Lufthansa kauft Leasingfirmen direkt Air-Berlin-Flugzeuge ab

Die AUA-Mutter Lufthansa kauft Leasingfirmen direkt Air-Berlin-Flugzeuge ab und unterstützt wankenden Konkurrenten stärker als bisher bekannt.

Lufthansa kauft Leasingfirmen direkt Air-Berlin-Flugzeuge ab

Wien/Frankfurt/Schwechat. Bei der AUA (Austrian Airlines) werden fünf Flugzeuge der Air Berlin zum Einsatz kommen, die sie samt Besatzung im Leasingverfahren übernimmt. Eine AUA-Sprecherin sagte am Dienstag, dies werde im März und April der Fall sein.

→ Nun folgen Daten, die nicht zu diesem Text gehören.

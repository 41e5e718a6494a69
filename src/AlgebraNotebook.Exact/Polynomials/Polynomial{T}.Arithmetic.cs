using System.Numerics;
using AlgebraNotebook.Exact.Scalars;

namespace AlgebraNotebook.Exact.Polynomials;

public sealed partial class Polynomial<T>
{
    /// <summary>The sum; cost linear in the number of terms.</summary>
    public static Polynomial<T> operator +(Polynomial<T> left, Polynomial<T> right)
    {
        ArgumentNullException.ThrowIfNull(left);
        ArgumentNullException.ThrowIfNull(right);
        if (left.IsZero)
        {
            return right;
        }

        if (right.IsZero)
        {
            return left;
        }

        return FromArrays(TermArithmetic<T>.AddScaledShifted(
            left._monomials, left._coefficients, 0, right._monomials, right._coefficients, T.One, Monomial.One, MonomialOrder.Default));
    }

    /// <summary>The difference.</summary>
    public static Polynomial<T> operator -(Polynomial<T> left, Polynomial<T> right)
    {
        ArgumentNullException.ThrowIfNull(left);
        ArgumentNullException.ThrowIfNull(right);
        if (right.IsZero)
        {
            return left;
        }

        return FromArrays(TermArithmetic<T>.AddScaledShifted(
            left._monomials, left._coefficients, 0, right._monomials, right._coefficients, -T.One, Monomial.One, MonomialOrder.Default));
    }

    /// <summary>The negative.</summary>
    public static Polynomial<T> operator -(Polynomial<T> value)
    {
        ArgumentNullException.ThrowIfNull(value);
        return value.IsZero ? value : new Polynomial<T>(value._monomials, TermArithmetic<T>.Scale(value._coefficients, -T.One));
    }

    /// <summary>The product; cost proportional to the product of the term counts.</summary>
    public static Polynomial<T> operator *(Polynomial<T> left, Polynomial<T> right)
    {
        ArgumentNullException.ThrowIfNull(left);
        ArgumentNullException.ThrowIfNull(right);
        return FromArrays(TermArithmetic<T>.Multiply(
            left._monomials, left._coefficients, right._monomials, right._coefficients, MonomialOrder.Default));
    }

    /// <summary>The polynomial multiplied by a scalar.</summary>
    public static Polynomial<T> operator *(T factor, Polynomial<T> value)
    {
        ArgumentNullException.ThrowIfNull(value);
        return value.MultiplyByScalar(factor);
    }

    /// <summary>The polynomial multiplied by a scalar.</summary>
    public static Polynomial<T> operator *(Polynomial<T> value, T factor)
    {
        ArgumentNullException.ThrowIfNull(value);
        return value.MultiplyByScalar(factor);
    }

    /// <summary>The polynomial divided by a non-zero scalar.</summary>
    /// <exception cref="DivideByZeroException">The divisor is zero.</exception>
    public static Polynomial<T> operator /(Polynomial<T> value, T divisor)
    {
        ArgumentNullException.ThrowIfNull(value);
        if (divisor.IsZero)
        {
            throw new DivideByZeroException($"Cannot divide the polynomial {value} by the scalar 0.");
        }

        return value.MultiplyByScalar(divisor.Reciprocal());
    }

    /// <inheritdoc />
    public Polynomial<T> Scale(Rational factor) => MultiplyByScalar(T.FromRational(factor));

    /// <summary>The polynomial multiplied by the monomial <paramref name="monomial"/> times <paramref name="coefficient"/>.</summary>
    public Polynomial<T> MultiplyByTerm(T coefficient, Monomial monomial)
    {
        ArgumentNullException.ThrowIfNull(monomial);
        if (coefficient.IsZero || IsZero)
        {
            return ZeroInstance;
        }

        return FromArrays(TermArithmetic<T>.AddScaledShifted([], [], 0, _monomials, _coefficients, coefficient, monomial, MonomialOrder.Default));
    }

    /// <summary>
    /// The polynomial with every coefficient conjugated; variables are treated as real (so conj(i*x) = -i*x).
    /// For real coefficient fields this is the polynomial itself.
    /// </summary>
    public Polynomial<T> Conjugate()
    {
        var changed = false;
        var conjugated = new T[_coefficients.Length];
        for (var k = 0; k < conjugated.Length; k++)
        {
            conjugated[k] = _coefficients[k].Conjugate();
            changed |= !conjugated[k].Equals(_coefficients[k]);
        }

        return changed ? new Polynomial<T>(_monomials, conjugated) : this;
    }

    /// <summary>
    /// The polynomial to a non-negative integer power (by repeated squaring; p^0 = 1, including 0^0), refused before any
    /// work when the result is estimated to exceed <see cref="PowerLimits.Default"/>.
    /// </summary>
    /// <exception cref="ExactArgumentException">The exponent is negative.</exception>
    /// <exception cref="BeyondCapabilityException">The estimated result exceeds the default limits, or an exponent or
    /// the total degree of the result would exceed <see cref="int.MaxValue"/>.</exception>
    public Polynomial<T> Pow(int exponent) => Pow(exponent, PowerLimits.Default);

    /// <summary>
    /// The polynomial to a non-negative integer power, refused before any work when the result's estimated size exceeds
    /// <paramref name="limits"/>. For several terms: the number of terms is at most the number of multisets of size
    /// <paramref name="exponent"/> drawn from the polynomial's terms, and at most the number of monomials of the result's
    /// total degree or less; the largest coefficient is estimated at <paramref name="exponent"/> x (b - b1 + log2 k) bits,
    /// b the bits of the largest coefficient (numerator and denominator together), b1 those of the coefficient 1 and
    /// k the number of terms. A single term is raised directly (one scalar power) without the degree and term limits,
    /// but its coefficient estimate <paramref name="exponent"/> x (b - b1) bits is held to
    /// <see cref="PowerLimits.MaxCoefficientBits"/>; p^1 is p itself, whatever its size.
    /// </summary>
    /// <exception cref="ExactArgumentException">The exponent is negative, or <paramref name="limits"/> is invalid.</exception>
    /// <exception cref="BeyondCapabilityException">The estimated result exceeds <paramref name="limits"/>, or an exponent
    /// or the total degree of the result would exceed <see cref="int.MaxValue"/> (whatever the limits); the message
    /// gives the estimate.</exception>
    public Polynomial<T> Pow(int exponent, PowerLimits limits)
    {
        ArgumentNullException.ThrowIfNull(limits);
        limits.Validate();
        if (exponent < 0)
        {
            throw new ExactArgumentException(
                $"Exponent {exponent} is negative; polynomials have only non-negative integer powers (polynomial {this}).", nameof(exponent));
        }

        if (exponent == 0)
        {
            return OneInstance;
        }

        if (exponent == 1 || IsZero)
        {
            return this;
        }

        CheckPowerEstimate(exponent, limits);
        if (_monomials.Length == 1)
        {
            return new Polynomial<T>([_monomials[0].Pow(exponent)], [PowScalar(_coefficients[0], exponent)]);
        }

        return Powers.BySquaring(OneInstance, this, exponent);
    }

    private void CheckPowerEstimate(int exponent, PowerLimits limits)
    {
        var degree = (long)TotalDegree * exponent;
        var single = _monomials.Length == 1;
        if (!single)
        {
            // Terms of p^e: multisets of e terms of p, C(k - 1 + e, e), and monomials in n variables of degree <= d e, C(n + d e, n).
            var byTerms = Binomial(_monomials.Length - 1 + (long)exponent, _monomials.Length - 1);
            var byMonomials = Binomial(Symbols.Count + degree, Symbols.Count);
            var terms = BigInteger.Min(byTerms, byMonomials);
            if (degree > limits.MaxTotalDegree || terms > limits.MaxTerms)
            {
                throw new BeyondCapabilityException(
                    $"({Shown()})^{exponent} would have total degree {degree} and up to {(terms > BigInteger.Pow(10, 15) ? "about 10^" + (int)BigInteger.Log10(terms) : terms.ToString("N0", System.Globalization.CultureInfo.InvariantCulture))} terms, " +
                    $"beyond the limits ({limits}). Pass a larger PowerLimits to Pow(exponent, limits) to go on.");
            }
        }

        // Coefficient growth per factor: the bits beyond those of 1 (so powers of x, -x or i x cost nothing), plus
        // log2 k for the multinomial coefficients (at most k^e) when there are k > 1 terms.
        var extraBits = Math.Max(0, CoefficientSupport<T>.LargestBits(_coefficients) - CoefficientSupport<T>.OneBits);
        var bits = exponent * (extraBits + (single ? 0 : Math.Log2(_monomials.Length)));
        if (bits > limits.MaxCoefficientBits)
        {
            throw new BeyondCapabilityException(
                $"({Shown()})^{exponent} would have coefficients of about {bits.ToString("G4", System.Globalization.CultureInfo.InvariantCulture)} bits, " +
                $"beyond the limits ({limits}). Pass a larger PowerLimits to Pow(exponent, limits) to go on.");
        }

        CheckDegreeFits(exponent, degree);
    }

    private void CheckDegreeFits(int exponent, long degree)
    {
        // Exponents and total degrees are ints (see Monomial); refused whatever the limits, never wrapped around.
        if (degree > int.MaxValue)
        {
            throw new BeyondCapabilityException(
                $"({Shown()})^{exponent} would have total degree {degree}, beyond the largest exponent and total degree a monomial holds ({int.MaxValue}).");
        }
    }

    private string Shown()
    {
        var shown = ToString();
        return shown.Length > 60 ? shown[..57] + "..." : shown;
    }

    private static BigInteger Binomial(long n, long k)
    {
        // Stops early once the value is far beyond any limit, so huge exponents cost nothing.
        k = Math.Min(k, n - k);
        var result = BigInteger.One;
        var cap = BigInteger.Pow(10, 40);
        for (long j = 1; j <= k; j++)
        {
            result = result * (n - k + j) / j;
            if (result > cap)
            {
                return result;
            }
        }

        return result;
    }

    private static T PowScalar(T value, int exponent)
    {
        var result = T.One;
        while (exponent > 0)
        {
            if ((exponent & 1) != 0)
            {
                result *= value;
            }

            exponent >>= 1;
            if (exponent > 0)
            {
                value *= value;
            }
        }

        return result;
    }

    private Polynomial<T> MultiplyByScalar(T factor)
    {
        if (factor.IsZero || IsZero)
        {
            return ZeroInstance;
        }

        return factor.IsOne ? this : new Polynomial<T>(_monomials, TermArithmetic<T>.Scale(_coefficients, factor));
    }
}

Unterdessen wurde bekannt, dass die deutsche AUA-Mutter Lufthansa ihrem bisherigen Rivalen Air Berlin stärker hilft als bisher bekannt. Die Lufthansa mietet nicht nur insgesamt 38 Flugzeuge samt Personal von Air Berlin, sondern will bis zu 15 dieser Jets kaufen. Das "Handelsblatt" und die "Frankfurter Allgemeine Zeitung" beziehen sich auf einen Bericht des deutschen Bundeskartellamtes. Die Kartellwächter haben die Leasingvereinbarung von Lufthansa und Air Berlin kürzlich freigegeben.

Die Maschinen werden in neuer Lackierung abheben, das Personal ist weiter bei Air Berlin beschäftigt. Air Berlin hat keine eigenen Maschinen mehr, sie hatte die Jets selbst ohne Personal von Flugzeugvermietern geleast. Dem Behördenpapier zufolge ist nun vorgesehen, dass diese Leasingverträge für bis zu 10 Air-Berlin-Jets enden, stattdessen mietet der Lufthansa-Konzern. Bis zu 15 Flugzeuge wolle die Lufthansa den Leasinggebern allerdings abkaufen.

Die Lufthansa verleiht die 25 Maschinen dann zunächst Air Berlin, um sie samt Crew für ihre eigenen Töchter Eurowings und AUA gleich wieder zurückzumieten. Die Konstruktion - kaufen, vermieten, zurückmieten - soll in erster Linie einen Grund haben: Es sei schlicht günstiger, die gebrauchten A320 aus den Leasingverträgen rauszukaufen und selbst an Air Berlin zu verleasen.

Auch die Furcht vor einem Ausfall der Air Berlin soll Treiber dieser Konstruktionen sein. Einige Leasinggeber sollen sich zunehmend Sorgen um den Bestand ihrer Verträge mit Air Berlin gemacht.

Sollte die Air-Berlin-Rettung doch scheitern und in der Insolvenz enden, stünden die bis zu 25 Flugzeuge nicht am Boden, sondern können vom Lufthansa-Konzern direkt weiter eingesetzt werden, erläutern die deutschen Medien zu den Hintergründen dieser Deals.

Verhindert werden soll ein Kollaps der Air Berlin wie berichtet mit einer Aufspaltung: Neben den 38 an die Lufthansa-Gruppe vermieteten Flugzeugen wird die österreichische Air-Berlin-Tochter Niki in ein Joint Venture mit Tuifly eingebracht.